- _Goal of the exercise_
An exact, word-for-word copy of the entries is required, beginning at the line that contains "return lanes" and ending at the last line, both included.

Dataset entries
┄┄┄┄┄┄┄┄┄┄

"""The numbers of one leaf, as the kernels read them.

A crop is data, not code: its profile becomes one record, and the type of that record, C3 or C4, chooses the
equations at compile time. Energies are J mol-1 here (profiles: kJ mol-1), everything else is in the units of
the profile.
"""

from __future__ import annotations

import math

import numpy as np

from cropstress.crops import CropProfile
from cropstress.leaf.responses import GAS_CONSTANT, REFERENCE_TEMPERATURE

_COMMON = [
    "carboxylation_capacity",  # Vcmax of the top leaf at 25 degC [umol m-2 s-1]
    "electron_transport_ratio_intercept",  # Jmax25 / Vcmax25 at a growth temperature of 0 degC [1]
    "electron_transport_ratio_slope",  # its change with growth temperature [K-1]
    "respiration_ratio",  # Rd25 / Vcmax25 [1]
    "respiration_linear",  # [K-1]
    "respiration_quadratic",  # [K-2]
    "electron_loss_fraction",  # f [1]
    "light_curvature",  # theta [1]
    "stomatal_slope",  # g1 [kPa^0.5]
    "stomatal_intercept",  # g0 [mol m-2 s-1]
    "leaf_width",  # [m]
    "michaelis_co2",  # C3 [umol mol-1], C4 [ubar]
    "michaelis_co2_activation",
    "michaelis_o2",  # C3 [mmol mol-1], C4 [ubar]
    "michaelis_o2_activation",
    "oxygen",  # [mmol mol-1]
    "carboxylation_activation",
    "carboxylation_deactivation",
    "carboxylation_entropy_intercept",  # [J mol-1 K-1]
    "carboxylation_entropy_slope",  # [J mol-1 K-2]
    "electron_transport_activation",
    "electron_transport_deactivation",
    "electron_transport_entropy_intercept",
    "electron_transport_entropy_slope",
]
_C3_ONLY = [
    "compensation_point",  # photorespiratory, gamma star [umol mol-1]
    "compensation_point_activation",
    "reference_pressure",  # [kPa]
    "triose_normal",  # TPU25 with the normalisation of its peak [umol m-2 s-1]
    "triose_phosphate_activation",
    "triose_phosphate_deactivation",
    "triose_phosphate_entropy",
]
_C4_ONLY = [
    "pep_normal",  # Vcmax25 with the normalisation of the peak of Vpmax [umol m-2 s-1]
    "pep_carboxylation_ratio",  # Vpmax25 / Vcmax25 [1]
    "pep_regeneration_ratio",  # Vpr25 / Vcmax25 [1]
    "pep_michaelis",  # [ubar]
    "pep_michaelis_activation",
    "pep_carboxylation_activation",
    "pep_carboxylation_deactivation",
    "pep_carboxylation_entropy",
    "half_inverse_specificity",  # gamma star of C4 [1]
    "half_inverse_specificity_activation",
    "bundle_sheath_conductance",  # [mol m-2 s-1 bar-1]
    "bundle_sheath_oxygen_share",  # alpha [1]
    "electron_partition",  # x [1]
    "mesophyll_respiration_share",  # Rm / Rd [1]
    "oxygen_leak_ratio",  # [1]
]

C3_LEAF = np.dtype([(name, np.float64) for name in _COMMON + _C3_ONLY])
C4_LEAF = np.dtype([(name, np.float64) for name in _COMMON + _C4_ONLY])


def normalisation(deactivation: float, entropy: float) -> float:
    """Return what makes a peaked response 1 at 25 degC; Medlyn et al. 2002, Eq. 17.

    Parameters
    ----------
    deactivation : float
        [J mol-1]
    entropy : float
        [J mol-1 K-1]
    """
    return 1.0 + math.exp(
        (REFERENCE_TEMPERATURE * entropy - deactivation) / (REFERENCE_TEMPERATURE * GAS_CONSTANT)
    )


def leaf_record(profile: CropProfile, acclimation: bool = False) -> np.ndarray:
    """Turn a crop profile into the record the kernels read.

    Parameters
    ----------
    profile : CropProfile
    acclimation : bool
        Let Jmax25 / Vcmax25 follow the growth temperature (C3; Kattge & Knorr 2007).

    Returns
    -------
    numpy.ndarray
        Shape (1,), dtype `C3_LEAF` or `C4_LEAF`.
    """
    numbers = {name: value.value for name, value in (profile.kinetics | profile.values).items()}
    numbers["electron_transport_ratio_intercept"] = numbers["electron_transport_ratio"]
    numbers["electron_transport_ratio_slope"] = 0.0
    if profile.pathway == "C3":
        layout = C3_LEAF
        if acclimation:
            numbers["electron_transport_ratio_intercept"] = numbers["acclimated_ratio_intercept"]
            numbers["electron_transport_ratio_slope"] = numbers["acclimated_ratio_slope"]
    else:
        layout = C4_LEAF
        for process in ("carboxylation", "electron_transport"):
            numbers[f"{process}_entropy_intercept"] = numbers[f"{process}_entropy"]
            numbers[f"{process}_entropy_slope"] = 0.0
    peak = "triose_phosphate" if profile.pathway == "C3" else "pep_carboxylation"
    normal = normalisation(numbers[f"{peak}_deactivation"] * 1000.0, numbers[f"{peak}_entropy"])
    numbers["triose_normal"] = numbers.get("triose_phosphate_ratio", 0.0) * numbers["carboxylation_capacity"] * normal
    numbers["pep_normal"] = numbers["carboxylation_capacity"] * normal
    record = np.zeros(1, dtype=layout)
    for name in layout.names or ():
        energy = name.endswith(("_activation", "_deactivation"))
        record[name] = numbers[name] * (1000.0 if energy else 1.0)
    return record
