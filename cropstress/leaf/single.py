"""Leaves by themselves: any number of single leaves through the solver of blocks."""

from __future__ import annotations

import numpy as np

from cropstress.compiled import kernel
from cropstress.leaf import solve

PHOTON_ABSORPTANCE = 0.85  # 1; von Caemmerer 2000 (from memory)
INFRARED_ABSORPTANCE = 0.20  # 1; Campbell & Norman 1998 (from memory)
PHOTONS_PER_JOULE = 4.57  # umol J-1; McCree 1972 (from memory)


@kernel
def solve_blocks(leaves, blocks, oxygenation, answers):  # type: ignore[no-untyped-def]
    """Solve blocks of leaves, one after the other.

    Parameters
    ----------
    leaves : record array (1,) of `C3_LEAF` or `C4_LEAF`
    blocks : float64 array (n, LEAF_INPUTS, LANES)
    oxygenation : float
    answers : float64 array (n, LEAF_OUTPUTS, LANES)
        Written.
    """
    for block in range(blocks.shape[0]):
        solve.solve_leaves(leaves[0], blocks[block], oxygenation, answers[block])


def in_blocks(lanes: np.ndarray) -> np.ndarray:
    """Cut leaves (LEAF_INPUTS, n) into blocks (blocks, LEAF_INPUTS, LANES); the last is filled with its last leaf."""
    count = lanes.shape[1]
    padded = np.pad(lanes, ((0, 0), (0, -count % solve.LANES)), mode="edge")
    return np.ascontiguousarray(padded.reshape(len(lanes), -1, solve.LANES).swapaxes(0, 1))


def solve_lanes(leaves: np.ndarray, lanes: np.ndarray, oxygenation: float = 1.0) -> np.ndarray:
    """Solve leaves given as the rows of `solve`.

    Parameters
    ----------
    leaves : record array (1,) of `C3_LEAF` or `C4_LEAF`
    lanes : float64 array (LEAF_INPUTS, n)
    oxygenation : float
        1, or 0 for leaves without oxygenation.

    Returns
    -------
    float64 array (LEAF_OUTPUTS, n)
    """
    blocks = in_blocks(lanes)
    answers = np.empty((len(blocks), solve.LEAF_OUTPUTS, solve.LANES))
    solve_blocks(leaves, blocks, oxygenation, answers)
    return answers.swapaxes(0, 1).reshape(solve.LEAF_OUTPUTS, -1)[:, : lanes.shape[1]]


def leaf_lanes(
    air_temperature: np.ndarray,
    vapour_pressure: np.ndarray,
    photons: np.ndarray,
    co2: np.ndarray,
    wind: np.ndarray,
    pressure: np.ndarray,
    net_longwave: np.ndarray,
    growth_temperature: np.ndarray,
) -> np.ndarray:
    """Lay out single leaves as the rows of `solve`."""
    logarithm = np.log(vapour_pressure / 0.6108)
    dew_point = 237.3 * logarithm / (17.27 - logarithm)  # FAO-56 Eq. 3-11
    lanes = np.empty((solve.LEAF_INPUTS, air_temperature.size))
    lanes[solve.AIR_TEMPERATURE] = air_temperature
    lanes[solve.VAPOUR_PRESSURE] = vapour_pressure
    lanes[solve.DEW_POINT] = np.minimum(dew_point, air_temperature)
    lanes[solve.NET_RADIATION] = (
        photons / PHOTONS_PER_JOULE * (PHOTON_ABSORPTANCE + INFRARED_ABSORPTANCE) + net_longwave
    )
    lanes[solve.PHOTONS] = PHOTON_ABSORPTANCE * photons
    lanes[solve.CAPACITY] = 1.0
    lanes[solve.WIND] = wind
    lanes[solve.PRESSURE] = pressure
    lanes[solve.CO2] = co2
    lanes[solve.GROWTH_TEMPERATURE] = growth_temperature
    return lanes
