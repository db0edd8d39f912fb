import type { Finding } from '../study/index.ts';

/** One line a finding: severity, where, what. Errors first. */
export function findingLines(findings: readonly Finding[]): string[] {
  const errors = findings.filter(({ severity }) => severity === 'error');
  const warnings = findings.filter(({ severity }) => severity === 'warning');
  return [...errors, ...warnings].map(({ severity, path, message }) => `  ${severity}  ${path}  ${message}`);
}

┄┄┄┄┄┄┄┄┄┄

- _Completed task_
    return lanes
repository db0edd8d39f912fb
import type { Finding } from '../study/index.ts';

/** One line a finding: severity, where, what. Errors first. */
export function findingLines(findings: readonly Finding[]): string[] {
  const errors = findings.filter(({ severity }) => severity === 'error');
  const warnings = findings.filter(({ severity }) => severity === 'warning');
  return [...errors, ...warnings].map(({ severity, path, message }) => `  ${severity}  ${path}  ${message}`);
}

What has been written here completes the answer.